Return every entry exactly.

Saved entries
== Segment start ==

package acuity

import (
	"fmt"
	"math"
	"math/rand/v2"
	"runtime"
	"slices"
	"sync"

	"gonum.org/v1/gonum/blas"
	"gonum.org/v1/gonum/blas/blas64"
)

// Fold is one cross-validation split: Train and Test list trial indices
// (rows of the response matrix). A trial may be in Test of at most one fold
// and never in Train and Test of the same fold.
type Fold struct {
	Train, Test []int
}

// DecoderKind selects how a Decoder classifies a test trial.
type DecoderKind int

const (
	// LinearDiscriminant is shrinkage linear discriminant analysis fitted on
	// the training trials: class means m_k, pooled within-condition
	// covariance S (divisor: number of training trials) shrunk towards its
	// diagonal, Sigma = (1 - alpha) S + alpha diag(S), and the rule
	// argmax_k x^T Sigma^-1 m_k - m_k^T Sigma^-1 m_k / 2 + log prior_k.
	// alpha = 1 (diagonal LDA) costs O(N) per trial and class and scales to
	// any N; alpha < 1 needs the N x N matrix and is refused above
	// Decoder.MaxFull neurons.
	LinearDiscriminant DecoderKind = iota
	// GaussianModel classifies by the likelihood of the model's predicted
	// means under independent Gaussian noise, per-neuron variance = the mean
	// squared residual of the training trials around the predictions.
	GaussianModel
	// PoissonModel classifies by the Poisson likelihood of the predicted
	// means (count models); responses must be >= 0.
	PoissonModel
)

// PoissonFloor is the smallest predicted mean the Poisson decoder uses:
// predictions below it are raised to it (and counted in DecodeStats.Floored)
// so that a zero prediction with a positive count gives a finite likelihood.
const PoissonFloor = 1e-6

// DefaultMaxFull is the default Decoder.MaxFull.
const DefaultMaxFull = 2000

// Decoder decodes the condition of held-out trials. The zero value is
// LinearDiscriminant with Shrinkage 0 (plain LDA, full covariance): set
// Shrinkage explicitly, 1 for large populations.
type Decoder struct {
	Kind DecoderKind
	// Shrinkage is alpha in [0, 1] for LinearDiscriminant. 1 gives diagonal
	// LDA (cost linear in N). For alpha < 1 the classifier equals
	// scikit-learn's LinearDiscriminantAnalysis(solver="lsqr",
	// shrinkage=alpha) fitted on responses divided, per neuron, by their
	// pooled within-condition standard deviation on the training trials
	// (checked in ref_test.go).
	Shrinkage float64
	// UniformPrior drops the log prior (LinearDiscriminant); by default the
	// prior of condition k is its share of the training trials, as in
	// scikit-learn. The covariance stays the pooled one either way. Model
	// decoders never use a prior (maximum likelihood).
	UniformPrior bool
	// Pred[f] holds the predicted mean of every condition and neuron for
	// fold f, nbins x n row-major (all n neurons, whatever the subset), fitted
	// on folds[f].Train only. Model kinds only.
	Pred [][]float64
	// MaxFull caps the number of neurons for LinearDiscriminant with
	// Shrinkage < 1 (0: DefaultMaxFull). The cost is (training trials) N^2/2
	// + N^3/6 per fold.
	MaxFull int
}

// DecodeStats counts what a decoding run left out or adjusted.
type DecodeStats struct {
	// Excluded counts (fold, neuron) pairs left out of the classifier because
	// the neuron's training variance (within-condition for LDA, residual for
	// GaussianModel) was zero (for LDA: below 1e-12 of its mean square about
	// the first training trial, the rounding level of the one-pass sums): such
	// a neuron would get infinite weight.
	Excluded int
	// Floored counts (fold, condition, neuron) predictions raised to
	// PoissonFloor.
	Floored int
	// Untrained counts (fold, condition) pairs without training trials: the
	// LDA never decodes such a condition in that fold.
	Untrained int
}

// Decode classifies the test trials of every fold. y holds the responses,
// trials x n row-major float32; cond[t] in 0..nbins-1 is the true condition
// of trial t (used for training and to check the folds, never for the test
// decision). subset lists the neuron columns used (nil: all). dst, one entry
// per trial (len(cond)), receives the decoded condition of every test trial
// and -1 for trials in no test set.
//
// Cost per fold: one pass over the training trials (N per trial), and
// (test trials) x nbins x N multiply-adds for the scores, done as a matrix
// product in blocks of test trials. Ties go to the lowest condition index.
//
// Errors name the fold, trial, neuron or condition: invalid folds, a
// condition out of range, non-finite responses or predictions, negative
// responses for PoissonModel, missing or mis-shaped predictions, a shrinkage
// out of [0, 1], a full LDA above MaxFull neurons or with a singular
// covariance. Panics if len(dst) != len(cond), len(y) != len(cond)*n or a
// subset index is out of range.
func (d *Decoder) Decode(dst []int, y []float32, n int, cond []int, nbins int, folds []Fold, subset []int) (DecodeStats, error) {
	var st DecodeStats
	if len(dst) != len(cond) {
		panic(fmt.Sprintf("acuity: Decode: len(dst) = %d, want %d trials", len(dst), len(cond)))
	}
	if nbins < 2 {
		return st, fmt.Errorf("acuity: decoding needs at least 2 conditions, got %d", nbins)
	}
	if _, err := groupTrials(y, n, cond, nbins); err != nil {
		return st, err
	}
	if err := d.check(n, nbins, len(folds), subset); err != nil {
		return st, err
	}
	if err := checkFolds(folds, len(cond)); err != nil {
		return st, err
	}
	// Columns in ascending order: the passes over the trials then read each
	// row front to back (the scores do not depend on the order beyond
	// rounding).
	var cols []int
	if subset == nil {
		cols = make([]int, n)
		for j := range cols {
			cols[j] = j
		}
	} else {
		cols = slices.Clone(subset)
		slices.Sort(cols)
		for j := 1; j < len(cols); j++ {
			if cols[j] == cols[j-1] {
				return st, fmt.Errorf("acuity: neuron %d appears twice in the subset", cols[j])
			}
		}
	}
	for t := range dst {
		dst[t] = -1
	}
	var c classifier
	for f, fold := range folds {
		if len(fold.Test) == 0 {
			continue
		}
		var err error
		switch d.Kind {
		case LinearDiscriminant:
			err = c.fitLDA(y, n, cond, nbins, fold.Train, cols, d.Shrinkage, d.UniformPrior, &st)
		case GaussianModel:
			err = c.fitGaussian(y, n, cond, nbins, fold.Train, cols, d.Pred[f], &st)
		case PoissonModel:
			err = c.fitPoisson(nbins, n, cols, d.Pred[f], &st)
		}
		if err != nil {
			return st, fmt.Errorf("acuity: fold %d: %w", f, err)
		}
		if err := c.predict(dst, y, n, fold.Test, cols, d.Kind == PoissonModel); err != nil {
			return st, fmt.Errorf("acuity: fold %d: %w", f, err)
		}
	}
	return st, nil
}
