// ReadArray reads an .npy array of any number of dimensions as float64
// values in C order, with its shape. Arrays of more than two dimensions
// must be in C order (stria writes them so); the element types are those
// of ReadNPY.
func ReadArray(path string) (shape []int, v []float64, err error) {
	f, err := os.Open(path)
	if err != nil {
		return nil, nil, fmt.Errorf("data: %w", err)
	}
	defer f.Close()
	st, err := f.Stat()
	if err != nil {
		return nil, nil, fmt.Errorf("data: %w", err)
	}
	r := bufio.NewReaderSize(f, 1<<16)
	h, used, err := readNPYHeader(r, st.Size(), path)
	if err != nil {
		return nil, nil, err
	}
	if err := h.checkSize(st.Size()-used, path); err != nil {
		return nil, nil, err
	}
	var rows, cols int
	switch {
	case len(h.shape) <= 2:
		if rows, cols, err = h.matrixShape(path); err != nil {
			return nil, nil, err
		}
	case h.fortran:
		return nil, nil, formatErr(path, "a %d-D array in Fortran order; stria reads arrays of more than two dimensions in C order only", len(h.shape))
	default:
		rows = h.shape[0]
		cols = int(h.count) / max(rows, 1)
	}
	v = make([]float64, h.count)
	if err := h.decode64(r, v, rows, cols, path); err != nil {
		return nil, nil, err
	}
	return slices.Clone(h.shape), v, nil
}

== Segment end ==

## WRITTEN RESPONSE
package acuity

import (
	"fmt"
	"math"
	"math/rand/v2"
	"runtime"
	"slices"
	"sync"

	"gonum.org/v1/gonum/blas"
	"gonum.org/v1/gonum/blas/blas64"
)

// Fold is one cross-validation split: Train and Test list trial indices
// (rows of the response matrix). A trial may be in Test of at most one fold
// and never in Train and Test of the same fold.
type Fold struct {
	Train, Test []int
}

// DecoderKind selects how a Decoder classifies a test trial.
type DecoderKind int

const (
	// LinearDiscriminant is shrinkage linear discriminant analysis fitted on
	// the training trials: class means m_k, pooled within-condition
	// covariance S (divisor: number of training trials) shrunk towards its
	// diagonal, Sigma = (1 - alpha) S + alpha diag(S), and the rule
	// argmax_k x^T Sigma^-1 m_k - m_k^T Sigma^-1 m_k / 2 + log prior_k.
	// alpha = 1 (diagonal LDA) costs O(N) per trial and class and scales to
	// any N; alpha < 1 needs the N x N matrix and is refused above
	// Decoder.MaxFull neurons.
	LinearDiscriminant DecoderKind = iota
	// GaussianModel classifies by the likelihood of the model's predicted
	// means under independent Gaussian noise, per-neuron variance = the mean
	// squared residual of the training trials around the predictions.
	GaussianModel
	// PoissonModel classifies by the Poisson likelihood of the predicted
	// means (count models); responses must be >= 0.
	PoissonModel
)

// PoissonFloor is the smallest predicted mean the Poisson decoder uses:
// predictions below it are raised to it (and counted in DecodeStats.Floored)
// so that a zero prediction with a positive count gives a finite likelihood.
const PoissonFloor = 1e-6

// DefaultMaxFull is the default Decoder.MaxFull.
const DefaultMaxFull = 2000

// Decoder decodes the condition of held-out trials. The zero value is
// LinearDiscriminant with Shrinkage 0 (plain LDA, full covariance): set
// Shrinkage explicitly, 1 for large populations.
type Decoder struct {
	Kind DecoderKind
	// Shrinkage is alpha in [0, 1] for LinearDiscriminant. 1 gives diagonal
	// LDA (cost linear in N). For alpha < 1 the classifier equals
	// scikit-learn's LinearDiscriminantAnalysis(solver="lsqr",
	// shrinkage=alpha) fitted on responses divided, per neuron, by their
	// pooled within-condition standard deviation on the training trials
	// (checked in ref_test.go).
	Shrinkage float64
	// UniformPrior drops the log prior (LinearDiscriminant); by default the
	// prior of condition k is its share of the training trials, as in
	// scikit-learn. The covariance stays the pooled one either way. Model
	// decoders never use a prior (maximum likelihood).
	UniformPrior bool
	// Pred[f] holds the predicted mean of every condition and neuron for
	// fold f, nbins x n row-major (all n neurons, whatever the subset), fitted
	// on folds[f].Train only. Model kinds only.
	Pred [][]float64
	// MaxFull caps the number of neurons for LinearDiscriminant with
	// Shrinkage < 1 (0: DefaultMaxFull). The cost is (training trials) N^2/2
	// + N^3/6 per fold.
	MaxFull int
}

// DecodeStats counts what a decoding run left out or adjusted.
type DecodeStats struct {
	// Excluded counts (fold, neuron) pairs left out of the classifier because
	// the neuron's training variance (within-condition for LDA, residual for
	// GaussianModel) was zero (for LDA: below 1e-12 of its mean square about
	// the first training trial, the rounding level of the one-pass sums): such
	// a neuron would get infinite weight.
	Excluded int
	// Floored counts (fold, condition, neuron) predictions raised to
	// PoissonFloor.
	Floored int
	// Untrained counts (fold, condition) pairs without training trials: the
	// LDA never decodes such a condition in that fold.
	Untrained int
}

// Decode classifies the test trials of every fold. y holds the responses,
// trials x n row-major float32; cond[t] in 0..nbins-1 is the true condition
// of trial t (used for training and to check the folds, never for the test
// decision). subset lists the neuron columns used (nil: all). dst, one entry
// per trial (len(cond)), receives the decoded condition of every test trial
// and -1 for trials in no test set.
//
// Cost per fold: one pass over the training trials (N per trial), and
// (test trials) x nbins x N multiply-adds for the scores, done as a matrix
// product in blocks of test trials. Ties go to the lowest condition index.
//
// Errors name the fold, trial, neuron or condition: invalid folds, a
// condition out of range, non-finite responses or predictions, negative
// responses for PoissonModel, missing or mis-shaped predictions, a shrinkage
// out of [0, 1], a full LDA above MaxFull neurons or with a singular
// covariance. Panics if len(dst) != len(cond), len(y) != len(cond)*n or a
// subset index is out of range.
func (d *Decoder) Decode(dst []int, y []float32, n int, cond []int, nbins int, folds []Fold, subset []int) (DecodeStats, error) {
	var st DecodeStats
	if len(dst) != len(cond) {
		panic(fmt.Sprintf("acuity: Decode: len(dst) = %d, want %d trials", len(dst), len(cond)))
	}
	if nbins < 2 {
		return st, fmt.Errorf("acuity: decoding needs at least 2 conditions, got %d", nbins)
	}
	if _, err := groupTrials(y, n, cond, nbins); err != nil {
		return st, err
	}
	if err := d.check(n, nbins, len(folds), subset); err != nil {
		return st, err
	}
	if err := checkFolds(folds, len(cond)); err != nil {
		return st, err
	}
	// Columns in ascending order: the passes over the trials then read each
	// row front to back (the scores do not depend on the order beyond
	// rounding).
	var cols []int
	if subset == nil {
		cols = make([]int, n)
		for j := range cols {
			cols[j] = j
		}
	} else {
		cols = slices.Clone(subset)
		slices.Sort(cols)
		for j := 1; j < len(cols); j++ {
			if cols[j] == cols[j-1] {
				return st, fmt.Errorf("acuity: neuron %d appears twice in the subset", cols[j])
			}
		}
	}
	for t := range dst {
		dst[t] = -1
	}
	var c classifier
	for f, fold := range folds {
		if len(fold.Test) == 0 {
			continue
		}
		var err error
		switch d.Kind {
		case LinearDiscriminant:
			err = c.fitLDA(y, n, cond, nbins, fold.Train, cols, d.Shrinkage, d.UniformPrior, &st)
		case GaussianModel:
			err = c.fitGaussian(y, n, cond, nbins, fold.Train, cols, d.Pred[f], &st)
		case PoissonModel:
			err = c.fitPoisson(nbins, n, cols, d.Pred[f], &st)
		}
		if err != nil {
			return st, fmt.Errorf("acuity: fold %d: %w", f, err)
		}
		if err := c.predict(dst, y, n, fold.Test, cols, d.Kind == PoissonModel); err != nil {
			return st, fmt.Errorf("acuity: fold %d: %w", f, err)
		}
	}
	return st, nil
}
// ReadArray reads an .npy array of any number of dimensions as float64
// values in C order, with its shape. Arrays of more than two dimensions
// must be in C order (stria writes them so); the element types are those
// of ReadNPY.
func ReadArray(path string) (shape []int, v []float64, err error) {
	f, err := os.Open(path)
	if err != nil {
		return nil, nil, fmt.Errorf("data: %w", err)
	}
	defer f.Close()
	st, err := f.Stat()
	if err != nil {
		return nil, nil, fmt.Errorf("data: %w", err)
	}
	r := bufio.NewReaderSize(f, 1<<16)
	h, used, err := readNPYHeader(r, st.Size(), path)
	if err != nil {
		return nil, nil, err
	}
	if err := h.checkSize(st.Size()-used, path); err != nil {
		return nil, nil, err
	}
	var rows, cols int
	switch {
	case len(h.shape) <= 2:
		if rows, cols, err = h.matrixShape(path); err != nil {
			return nil, nil, err
		}
	case h.fortran:
		return nil, nil, formatErr(path, "a %d-D array in Fortran order; stria reads arrays of more than two dimensions in C order only", len(h.shape))
	default:
		rows = h.shape[0]
		cols = int(h.count) / max(rows, 1)
	}
	v = make([]float64, h.count)
	if err := h.decode64(r, v, rows, cols, path); err != nil {
		return nil, nil, err
	}
	return slices.Clone(h.shape), v, nil
}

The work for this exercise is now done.